I wouldn’t touch the MacBook for this task because, as @RosemaryOrchard mentioned, the ports alone limit its usability, but using amp simulators are CPU-intensive tasks and the MacBook’s CPU may be able to handle it, but not well enough given the other shortcomings.

No matter what you choose, with the exception perhaps of the Pro, you’re going to have to do a bit of resource management, such as printing/freezing already-recorded tracks so you limit the number of amp simulator instances you are running simultaneously, making sure you put any time-based effects on aux channels rather than as inserts, etc. All easy enough to do if you are aware of these strategies.

So long story short: Air will suffice, Pro will be better.

1 Like

If I wanted to record audio seriously, I’d get a hardware recorder and use the Mac for editing. See Jason Snell’s setup. [https://sixcolors.com/post/2019/02/a-week-of-podcasting-with-only-an-ipad-pro/](http://A week of podcasting with only an iPad Pro)

See also: Six Colors Coverage of Podcasting

I would actually NOT recommend getting a hardware recorder if you are trying to do multi-track music recording.

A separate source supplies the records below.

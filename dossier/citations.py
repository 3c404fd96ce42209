"""Published sources the built-in calcs cite, named once so every page cites them the same way."""

from dossier.findings import Source

IEC_60664_1 = Source(
    title="IEC 60664-1, Insulation coordination for equipment within low-voltage supply systems - Part 1: Principles, requirements and tests",
    publisher="International Electrotechnical Commission",
    edition="edition 3.0, 2020",
)
IEC_60127_1 = Source(
    title="IEC 60127-1, Miniature fuses - Part 1: Definitions for miniature fuses and general requirements for miniature fuse-links",
    publisher="International Electrotechnical Commission",
)
IEC_60205 = Source(
    title="IEC 60205, Calculation of the effective parameters of magnetic piece parts",
    publisher="International Electrotechnical Commission",
    edition="edition 4.0, 2016",
    clause="clause 5.1, ring cores: C1 = sum l/A, C2 = sum l/A^2, l_e = C1^2/C2, A_e = C1/C2, V_e = C1^3/C2^2 (sub-clause from memory)",
)
IEC_60028 = Source(
    title="IEC 60028, International standard of resistance for copper",
    publisher="International Electrotechnical Commission",
    edition="edition 2, 1925",
    clause="annealed copper at 20 degC: resistivity 1/58 ohm mm^2/m, temperature coefficient 0.00393 /K",
)
ASTM_B258 = Source(
    title="ASTM B258, Standard Specification for Standard Nominal Diameters and Cross-Sectional Areas of AWG Sizes of Solid Round Wires Used as Electrical Conductors",
    publisher="ASTM International",
    edition="ASTM B258-18",
    clause="Table 1, nominal diameters of AWG sizes: d = 0.005 in x 92^((36 - n) / 39) (formula from memory; AWG 18 and 26 confirmed)",
)
IEC_60317 = Source(
    title="IEC 60317 series, Specifications for particular types of winding wires",
    publisher="International Electrotechnical Commission",
    edition="IEC 60317-0-1, edition 4.0, 2013 (edition from memory)",
    clause="table of dimensions of enamelled round copper wire: maximum overall diameter by grade 1, 2 and 3 (values from memory)",
)
IEC_60384_14 = Source(
    title="IEC 60384-14, Fixed capacitors for use in electronic equipment - Part 14: Sectional specification - Fixed capacitors for electromagnetic interference suppression and connection to the supply mains",
    publisher="International Electrotechnical Commission",
)
FUSEOLOGY = Source(
    title="Fuseology Selection Guide",
    publisher="Littelfuse",
    kind="application-note",
)
BU_403 = Source(
    title="BU-403: Charging Lead Acid",
    publisher="Battery University (Cadex Electronics)",
    kind="reference",
    clause="page 'BU-403: Charging Lead Acid' as published on batteryuniversity.com (page date not confirmed): absorption, float, compensation and charge-current figures",
)
IET_INSERVICE_COP = Source(
    title="Code of Practice for In-service Inspection and Testing of Electrical Equipment",
    publisher="The Institution of Engineering and Technology (IET)",
    kind="handbook",
)
DIN_EN_50678 = Source(
    title="DIN EN 50678 (VDE 0701), General procedure for verifying the effectiveness of the protective measures of electrical equipment after repair",
    publisher="DKE / VDE",
    edition="2021; earlier DIN VDE 0701-0702:2008",
)
ARRL_HANDBOOK = Source(
    title="The ARRL Handbook for Radio Communications",
    publisher="American Radio Relay League",
    clause="power supplies chapter: rectifier peak inverse voltage",
    kind="handbook",
)
MOHAN_POWER_ELECTRONICS = Source(
    title="Power Electronics: Converters, Applications, and Design (N. Mohan, T. M. Undeland, W. P. Robbins)",
    publisher="John Wiley & Sons",
    edition="3rd edition, 2003",
    kind="handbook",
)
IEC_62368_1 = Source(
    title="IEC 62368-1, Audio/video, information and communication technology equipment - Part 1: Safety requirements",
    publisher="International Electrotechnical Commission",
)
IEC_61140 = Source(
    title="IEC 61140, Protection against electric shock - Common aspects for installation and equipment",
    publisher="International Electrotechnical Commission",
)
LINDEN_BATTERIES = Source(
    title="Linden's Handbook of Batteries (T. B. Reddy, ed.)",
    publisher="McGraw-Hill",
    edition="4th edition, 2011",
    clause="lead-acid and valve-regulated lead-acid chapters: charging (figures recalled from memory)",
    kind="handbook",
)
TROJAN_USERS_GUIDE = Source(
    title="Trojan Battery User's Guide: charging flooded deep-cycle batteries",
    publisher="Trojan Battery Company",
    clause="charger voltage settings (figures recalled from memory)",
    kind="application-note",
)
YUASA_NP_MANUAL = Source(
    title="NP Valve Regulated Lead Acid Battery Manual",
    publisher="Yuasa Battery (Europe)",
    clause="charging: cyclic and float use (figures recalled from memory)",
    kind="application-note",
)
GEL_VRLA_HANDBOOK = Source(
    title="Handbook for Gel-VRLA-Batteries, Part 2: Installation, Commissioning and Operation",
    publisher="GNB Industrial Power (Exide Technologies)",
    clause="charging (figures recalled from memory)",
    kind="application-note",
)
IEC_60050_131 = Source(
    title="IEC 60050-131, International Electrotechnical Vocabulary - Part 131: Circuit theory",
    publisher="International Electrotechnical Commission",
    clause="power factor: active power divided by apparent power",
)
EDN_FUSE_CHECKLIST = Source(
    title="The fuse-selection checklist: a quick update (EDN, 26 September 1996)",
    publisher="EDN",
    clause="running at 75 % of rating and re-rating for ambient",
    kind="reference",
)
MCLYMAN = Source(
    title="Transformer and Inductor Design Handbook (Colonel Wm. T. McLyman)",
    publisher="CRC Press",
    kind="handbook",
)
IEC_60404_2 = Source(
    title="IEC 60404-2, Magnetic materials - Part 2: Methods of measurement of the magnetic properties of electrical steel strip and sheet by means of an Epstein frame",
    publisher="International Electrotechnical Commission",
    edition="edition 3.1, 2008",
)
IEC_60404_8_4 = Source(
    title="IEC 60404-8-4, Magnetic materials - Part 8-4: Specifications for individual materials - Cold-rolled non-oriented electrical steel strip and sheet delivered in the fully-processed state",
    publisher="International Electrotechnical Commission",
    edition="edition 3.0, 2013",
)
IEC_60740_1 = Source(
    title="IEC 60740-1, Laminations for transformers and inductors - Part 1: Mechanical and electrical characteristics",
    publisher="International Electrotechnical Commission",
    edition="edition 2.0, 2005 (edition from memory)",
)
IEC_61010_1 = Source(
    title=("IEC 61010-1, Safety requirements for electrical equipment for measurement, control, and laboratory use - "
           "Part 1: General requirements"),
    publisher="International Electrotechnical Commission",
    edition="edition 3.0, 2010, with amendment 1 (2016)",
)
IEC_61558_1 = Source(
    title="IEC 61558-1, Safety of transformers, reactors, power supply units and combinations thereof - Part 1: General requirements and tests",
    publisher="International Electrotechnical Commission",
    edition="edition 3.0, 2017",
)
IEC_60335_1 = Source(
    title="IEC 60335-1, Household and similar electrical appliances - Safety - Part 1: General requirements",
    publisher="International Electrotechnical Commission",
    edition="edition 5.0, 2010, with amendments 1 (2013) and 2 (2016)",
)
ABYC_E11 = Source(
    title="ABYC E-11, AC and DC Electrical Systems on Boats",
    publisher="American Boat and Yacht Council",
    edition="edition not confirmed (from memory)",
    clause="overcurrent protection within 7 in (178 mm) of the battery connection (from memory)",
)
EN_50106 = Source(
    title="EN 50106, Safety of household and similar electrical appliances - Particular rules for routine tests referring to appliances under the scope of EN 60335-1",
    publisher="CENELEC",
    edition="2008",
    clause="Annex A.1, earth continuity test: at least 10 A from a source of no more than 12 V; at most 0.1 ohm plus the supply cord's resistance, or 0.2 ohm with the cord",
)
IGSE = Source(
    title=("Accurate prediction of ferrite core loss with nonsinusoidal waveforms using only Steinmetz parameters "
           "(K. Venkatachalam, C. R. Sullivan, T. Abdallah, H. Tacca)"),
    publisher="IEEE Workshop on Computers in Power Electronics (COMPEL)",
    edition="2002",
    clause="improved generalised Steinmetz equation (iGSE): P_v = (1/T) integral k_i |dB/dt|^alpha (delta-B)^(beta - alpha) dt",
    kind="reference",
)
IEC_60085 = Source(
    title="IEC 60085, Electrical insulation - Thermal evaluation and designation",
    publisher="International Electrotechnical Commission",
    edition="edition 4.0, 2007",
    clause="Table 1, thermal classes: 105 (A), 120 (E), 130 (B), 155 (F), 180 (H), 200 (N), 220 (R) degC",
)
BU_410 = Source(
    title="BU-410: Charging at High and Low Temperatures",
    publisher="Battery University (Cadex Electronics)",
    clause="Table 1, permissible charge temperatures: lead-acid -20 to 50 degC (from memory; page date not confirmed)",
    kind="reference",
)
IEC_61558_1 = Source(
    title="IEC 61558-1, Safety of transformers, reactors, power supply units and combinations thereof - Part 1: General requirements and tests",
    publisher="International Electrotechnical Commission",
    edition="edition 3.0, 2017 (edition from memory)",
)
DOWELL = Source(
    title="Effects of eddy currents in transformer windings (P. L. Dowell)",
    publisher="Proceedings of the Institution of Electrical Engineers",
    edition="vol. 113, no. 8, 1966, pp. 1387-1394 (page numbers from memory)",
    clause="AC resistance factor of a winding of m layers: F_R = Delta [(sinh 2Delta + sin 2Delta)/(cosh 2Delta - cos 2Delta) + 2 (m^2 - 1)/3 (sinh Delta - sin Delta)/(cosh Delta + cos Delta)]",
    kind="reference",
)
IPC_2221 = Source(
    title="IPC-2221B, Generic Standard on Printed Board Design",
    publisher="IPC (Association Connecting Electronics Industries)",
    edition="revision B, 2012",
    clause="Table 6-1, electrical conductor spacing",
)
IEC_62368_1_ES1 = Source(
    title=IEC_62368_1.title,
    publisher=IEC_62368_1.publisher,
    edition="edition 3.0, 2018",
    clause=("5.2.2.2 and Table 4, electrical energy source ES1 limits for steady-state voltage: 60 V DC, 30 V RMS and "
            "42.4 V peak AC (figures from memory); above them a source is ES2 or ES3 and needs safeguards"),
)
IEC_61140_ELV = Source(
    title=IEC_61140.title,
    publisher=IEC_61140.publisher,
    edition="edition 4.0, 2016",
    clause="extra-low voltage: up to 50 V AC or 120 V ripple-free DC (the voltage bands of IEC 60449; figures from memory)",
)
IEC_60204_1_RESIDUAL = Source(
    title="IEC 60204-1, Safety of machinery - Electrical equipment of machines - Part 1: General requirements",
    publisher="International Electrotechnical Commission",
    edition="edition 6.0, 2016",
    clause=("6.2.4, protection against residual voltages: live parts above 60 V after the supply is removed are "
            "discharged to 60 V or less within 5 s; parts storing 60 uC or less are exempt (checked against a public "
            "summary of the clause)"),
)
IEC_60335_1_PLUG_DISCHARGE = Source(
    title=IEC_60335_1.title,
    publisher=IEC_60335_1.publisher,
    edition=IEC_60335_1.edition,
    clause=("22.5, charged capacitors at the plug pins: one second after disconnection at the peak of the supply the "
            "voltage between the pins does not exceed 34 V; capacitors of 0.1 uF or less need no test (checked against "
            "public test-report discussion of the clause)"),
)
IEC_60335_1_RESISTANCE_METHOD = Source(
    title=IEC_60335_1.title,
    publisher=IEC_60335_1.publisher,
    edition=IEC_60335_1.edition,
    clause=("11.3, temperature rise of windings by the resistance method: dT = (R2 - R1) / R1 x (k + t1) - (t2 - t1), "
            "k = 234.5 for copper (from memory); IEC 60076-2 (edition 3.0, 2011) uses the same relation with 235"),
)
IEC_60076_2 = Source(
    title="IEC 60076-2, Power transformers - Part 2: Temperature rise for liquid-immersed transformers",
    publisher="International Electrotechnical Commission",
    edition="edition 3.0, 2011",
    clause="winding temperature from the change of its resistance, copper constant 235 (from memory)",
)
ARRL_FILTERS = Source(
    title=ARRL_HANDBOOK.title,
    publisher=ARRL_HANDBOOK.publisher,
    clause=("power supplies chapter: rectifier circuits (output voltage, peak inverse voltage, ripple frequency), "
            "capacitor-input and choke-input filters (ripple V_r = I / (f_r C); choke-input output about 0.9 V_RMS "
            "above the critical inductance); bleeder resistors"),
    kind="handbook",
)
SCHADE_RECTIFIER = Source(
    title='O. H. Schade, "Analysis of rectifier operation"',
    publisher="Proceedings of the IRE, vol. 31, no. 7",
    edition="1943",
    clause=("capacitor-input rectifier with source resistance R_s feeding a large reservoir: half conduction angle from "
            "tan theta - theta = pi R_s / (n R_L), output V_pk cos theta (the limit of the published curves for large "
            "omega C R_L; relation and figures from memory, checked here against a numerical simulation)"),
    kind="reference",
)
TRANSFORMER_REGULATION = Source(
    title=ARRL_HANDBOOK.title,
    publisher=ARRL_HANDBOOK.publisher,
    clause=("power supplies chapter: transformer regulation from the winding resistances, the primary's referred to the "
            "secondary by the square of the turns ratio, R = R_p (N_s / N_p)^2 + R_s; a capacitor-input rectifier "
            "regulates worse than a resistive load (from memory)"),
    kind="handbook",
)
VALVE_RECTIFIER_RATINGS = Source(
    title="RCA Receiving Tube Manual",
    publisher="Radio Corporation of America",
    clause=("rectifier ratings: peak inverse plate voltage, peak plate current and the largest capacitor-input filter "
            "capacitance a rectifier valve takes, each a maximum not to be exceeded (section and wording from memory)"),
    kind="handbook",
)
ESP_PROJECT_39 = Source(
    title="Project 39, Soft-Start Circuit for Power Amps", publisher="Elliott Sound Products (Rod Elliott)", kind="application-note",
)
IEC_60364_4_41 = Source(
    title="IEC 60364-4-41, Low-voltage electrical installations - Part 4-41: Protection for safety - Protection against electric shock",
    publisher="International Electrotechnical Commission", edition="edition 5.0, 2005 (edition from memory)",
)
IEC_61008_1 = Source(
    title="IEC 61008-1, Residual current operated circuit-breakers without integral overcurrent protection (RCCBs)",
    publisher="International Electrotechnical Commission",
)
HSE_TEST_BENCHES = Source(
    title="Electrical safety for test benches: supplies to equipment under test (HSE guidance on safety in electrical testing at work)",
    publisher="Health and Safety Executive (UK)", kind="handbook",
)
LAMPTECH_STARTING = Source(
    title="Incandescent lamps: starting characteristics", publisher="Lamptech (lamptech.co.uk), reference pages", kind="reference",
)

Especially since it appears this person wants to do some amp simulation etc. which requires real-time monitoring of a processed audio signal, which can’t necessarily be done with these hardware recorders (which also don’t run real-time plugins).

I would recommend recording through a dedicated audio interface (as many podcasters do – normally a 2-input unit like the Sound Devices one references by many podcasters, but you can get into 8/16/24/32 channel units for more serious recording needs) recorded directly onto a Mac running professional recording software (ProTools, Logic, Cubase, or even GarageBand in a pinch).

Recording to a hardware recorder will be nightmare for anything more than one or two simultaneous voice sources, and transferring audio from a hardware recorder to a Mac is not without effort and potential for error/loss.

In my experience if you start adding some plug-ins etc the hardware can be pushed to its limits pretty fast. Maybe soon you want to record a few tracks more (for drums e.g.) or you want some CPU hungry effect. I‘d go for the bigger machine if affordable.

2 Likes

Re-reading the original post, I see no mention of a need for live plug ins or real time amp simulations. He simply wants to record, right?

Recording a “flat” track or three should be fine on the Air, esp when routed through an audio interface that will do the conversion to digital. Any effects needed (amp or otherwise) can be added in the DAW when mixing and rendered nicely in less than real time if need be.

The main consideration would be the amount of ports needed imho, and of course the Pro would be snappier to work with and faster for live effects

1 Like

I’ve done some fairly heavy duty ProTools work on an early 2014 Mac Air. It’s possible, but I don’t suggest it… It would crash occasionally as I was editing and mixing. I never had any issues with recording a couple lines at a time though I was luckily able to utilize a studio for my larger projects.

Thank you everyone this is all a big help. As I scope these out, to what degree do I need to worry about processor and RAM?

The 13" MBP that @RosemaryOrchard recommends can be upgraded from 3.8 to 4.5GHz and 16GB Ram. That’s a faster processor with half the RAM I’ve got now. I have no idea what that means in a practical, handling sense.

Additional clarification: I’ll be using guitar pedals, so no real effects or plug-ins in the computer. Just amp simulation and maybe whatever tweakability there is as far as mic and mic placement assuming that’s even something I bother to figure out. We’re just talking one or up to three guitar tracks over each other. Maybe a click track if I need training wheels. Maybe we add in a digital drummer after the other stuff, but that’s way down the road and shouldn’t effect my primary concern of latency of playing along to the first track and the notes of my second track registering in time with the first.

Thanks again everyone!

With only audio going on and amp simulation, you’re going to be fine with anything new-ish. I’m running amp simulations, audio tracks, software synths, and fx plugins on my 2011 i7 MBP (with an SSD) and it has no issues.

Logic will take all the RAM you can throw at it, so if you want to be set for longer, I’d go for 16 GB for sure. I’ve got 8, and many times I’m pushing that limit.